What Is Digital Transformation And How Can My Company Benefit From It?

Digital transformation is about bringing companies fully and successfully into the 21st Century. When a company becomes “digitally transformed” from a business-winning point of view, it maximizes the results from its advertising, marketing, and sales activities.

Successful Marketing

Many companies employ skilled marketing and sales professionals. The marketers employ effective strategies that show not just the features of the company’s products and services, but also how they can benefit the end user. The marketing campaigns build brand awareness, imply omnipresence, and encourage prospects to want to meet with sales execs. The sales professionals help the prospect move through their purchase decision-making process, see the advantages of using what is being offered, evaluate the benefits, and place orders.

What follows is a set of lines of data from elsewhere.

def _photoionization(potential, level, photon_energies, *, mass, tol, plugins, electron_energies=None,
                     bound_state=None, workers=None, progress=False) -> PhotoionizationResult:
    """:func:`photoionization`; with ``electron_energies`` (a function of the ionization energy giving
    photoelectron energies) in place of ``photon_energies``, and ``bound_state`` a State already solved."""
    from scipy.constants import alpha, physical_constants

    from radsolve.analysis.observables import state
    from radsolve.analysis.thresholds import parse_level

    tol = _validated_phase_tol(tol)
    key = parse_level(level, "atomic", parameter="level")
    n, l = key.n, key.l
    pot, system, mu, kinetic, channels, _ = _setup(potential, [max(l - 1, 0), l, l + 1], mass, plugins, None, 3,
                                                   None)
    if system.name != "atomic":
        raise InputError("photoionization is computed in atomic units only (units 'atomic')", parameter="units")
    if channels[0][3].confining:
        from radsolve.core.continuum import channel_tail

        channel_tail(channels[0][2], channels[0][3], kinetic, 1.0, 1.0, tol, 1.0)  # raises: no continuum
    try:
        st = bound_state or state(pot, n, l, mass=mass, tol=max(min(0.01 * tol, 1e-10), 1e-12))
    except InputError as exc:
        if exc.parameter is not None:
            raise
        raise InputError(str(exc), parameter="level") from None  # e.g. the level is not bound
    e_b = float(st.energy.value)
    v_inf = channels[0][3].v_infinity
    ionization = v_inf - e_b
    if electron_energies is not None:
        photon_energies = ionization + np.asarray(electron_energies(ionization), dtype=float)
    if photon_energies is None:
        raise InputError("photon_energies: give the photon energies (hartree), each above the ionization "
                         f"energy {ionization:.10g}", parameter="photon_energies")
    try:
        w = np.atleast_1d(np.asarray(photon_energies, dtype=float))
    except (TypeError, ValueError):
        raise InputError(f"photon_energies must be numbers (got {photon_energies!r})",
                         parameter="photon_energies") from None
    if w.size == 0 or not np.all(np.isfinite(w)):
        raise InputError("photon_energies: at least one finite energy is needed", parameter="photon_energies")
    if np.any(w <= ionization):
        raise InputError(f"photon_energies must exceed the ionization energy of {level}, {ionization:.10g} "
                         f"hartree (got {float(w.min()):.10g}): below it no electron is freed",
                         parameter="photon_energies")
    from radsolve.analysis.energy_pieces import pieces, run_pieces, validated_workers
    from radsolve.core import probe as probing
    from radsolve.core.continuum import joined_pieces

    workers = validated_workers(workers)
    wave = st.wavefunction()
    big = np.abs(wave.u)
    peak = int(np.argmax(big))
    u_scale = float(big[peak])
    # The level's box is sized for its energy: its far tail is cut by the wall.  Beyond r_c, where u
    # has fallen to 1e-3 of its peak and is still accurate, u is continued by the decaying solution at
    # E_nl, integrated inward (stable) from where it has decayed by many e-folds (WKB).
    beyond = np.nonzero((np.arange(big.size) > peak) & (big < 1e-3 * u_scale))[0]
    r_c = float(wave.r[beyond[0]]) if beyond.size else float(wave.r[-1])
    bound_pot, bound_prof = channels[[c[0] for c in channels].index(l)][2:4]
    nepers = 0.5 * math.log(1.0 / tol) + 12.0
    reach = probing.decay_radius(bound_pot, l, kinetic, e_b, r_c, nepers)
    inside = big[: beyond[0] if beyond.size else big.size]
    u_rel = float(np.max(wave.u_error[: inside.size])) / u_scale if u_scale > 0 else math.inf
    electron = np.concatenate((w - ionization, [1e-6 * ionization]))  # last: the threshold value

    a0_cm = physical_constants["Bohr radius"][0] * 100.0
    final = [lf for lf in (l - 1, l + 1) if lf >= 0]
    sig, sig_err, sig_v, conv = [], [], [], []
    notes: list[Note] = []
    omega = electron + ionization
    slices = pieces(electron.size)
    tasks = []
    for lf in final:
        _, L, cpot, prof = next(c for c in channels if c[0] == lf)
        shift = -(l + 1) if lf == l + 1 else l  # d/dr - (l+1)/r  or  d/dr + l/r
        integrand = _BoundDipole(st, r_c, l, kinetic, e_b, bound_pot, bound_prof, shift)
        tasks += [(cpot, prof, L, lf, kinetic, electron[sl], tol, integrand, reach) for sl in slices]
    done = run_pieces(_photo_piece, tasks, workers, progress, "cross sections", [t[5].size for t in tasks])
    for i, lf in enumerate(final):
        ch = joined_pieces(done[i * len(slices):(i + 1) * len(slices)], slices, electron.size)
        length, velocity = ch.integrals
        factor = 4.0 * math.pi**2 * alpha * omega / 3.0 * max(l, lf) / (2 * l + 1) * a0_cm**2
        s_len = factor * length**2
        rel = 2.0 * (ch.integral_error[0] / np.maximum(np.abs(length), 1e-300) + u_rel)
        sig.append(s_len)
        sig_err.append(s_len * rel)
        sig_v.append(factor * (velocity / (kinetic * omega)) ** 2)
        conv.append(ch.converged)
    sig, sig_err, sig_v = np.array(sig), np.array(sig_err), np.array(sig_v).sum(axis=0)
    converged = np.all(np.array(conv), axis=0) & (sig_err.sum(axis=0) <= 2.0 * tol * sig.sum(axis=0) + 1e-300)
    total = sig.sum(axis=0)
    differ = np.abs(sig_v - total) > 10.0 * (sig_err.sum(axis=0) + 1e-6 * total)
    if np.any(differ[:-1]):
        notes.append(Note("forms_differ", f"length and velocity forms differ beyond their estimates at "
                                          f"{int(differ[:-1].sum())} energies (non-local potential, or a "
                                          "bound level not converged)"))
    bad = int(np.count_nonzero(~converged[:-1]))
    if bad:
        notes.append(Note("not_converged", f"{bad} of {w.size} cross sections did not reach tol {tol:g}"))
    return PhotoionizationResult(potential=pot.name, parameters=_params(pot), level=level, binding_energy=ionization,
                                 mass=mu, tol=tol, photon_energies=w, final_ls=final, sigma_l=sig[:, :-1],
                                 sigma_l_error=sig_err[:, :-1], sigma_velocity=sig_v[:-1],
                                 converged=converged[:-1], threshold_cross_section=float(total[-1]),
                                 threshold_error=float(sig_err[:, -1].sum()), notes=notes)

Traditionally, there is little contact, “at ground level,” between the marketing and sales functions. Traditionally, therefore, there is little sharing of:

  • What is working and why.
  • What is not working and why.
  • What could be working better and why.
  • How it can all be improved to maximize results.

Digital Transformation Defined

When marketing is supported by a broader digital strategy, things change. Digital transformation is about making the best use of technology – both hardware and software – to impact all or some of the following:

  • Existing marketing processes and campaigns.
  • Outbound and Inbound marketing strategies.
  • Niche and vertical segment marketing.
  • Account-based marketing.
  • Customer Relationship Management (CRM) systems.
  • Sales processes and campaigns.
  • After-sales customer support systems.

Digital Transformation Benefits

The net results of introducing a digital marketing strategy are massive. The overall customer experience changes and so does the internal company culture. In addition, changes in the marketplace are responded to more easily. More importantly, because the company has a more detailed and more all-embracing understanding of the market and its segments, changes can be driven and competitors are outflanked and outpaced.

The Difference Between Computerizing and Digitally Transforming

At one time, to use very simple examples, marketing departments ran ad campaigns on TV, radio, and in print. They produced magazines and brochures which they sent to prospects, and they passed leads and inquiries to the sales department for follow-up.

Salespeople made cold calls by telephone and in person, made appointments, worked their territories, and completed order pads and brought in orders. They handwrote their sales reports for their manager to monitor their activity and performance levels.

Using computers to record, monitor and manage just made everything more efficient. The principal was the same. That is computerization. Technology is now all-pervasive. We live in an online, multi-sharing world. Digital transformation is not just about efficiency, it is about introducing a digital strategy that changes the way companies do business.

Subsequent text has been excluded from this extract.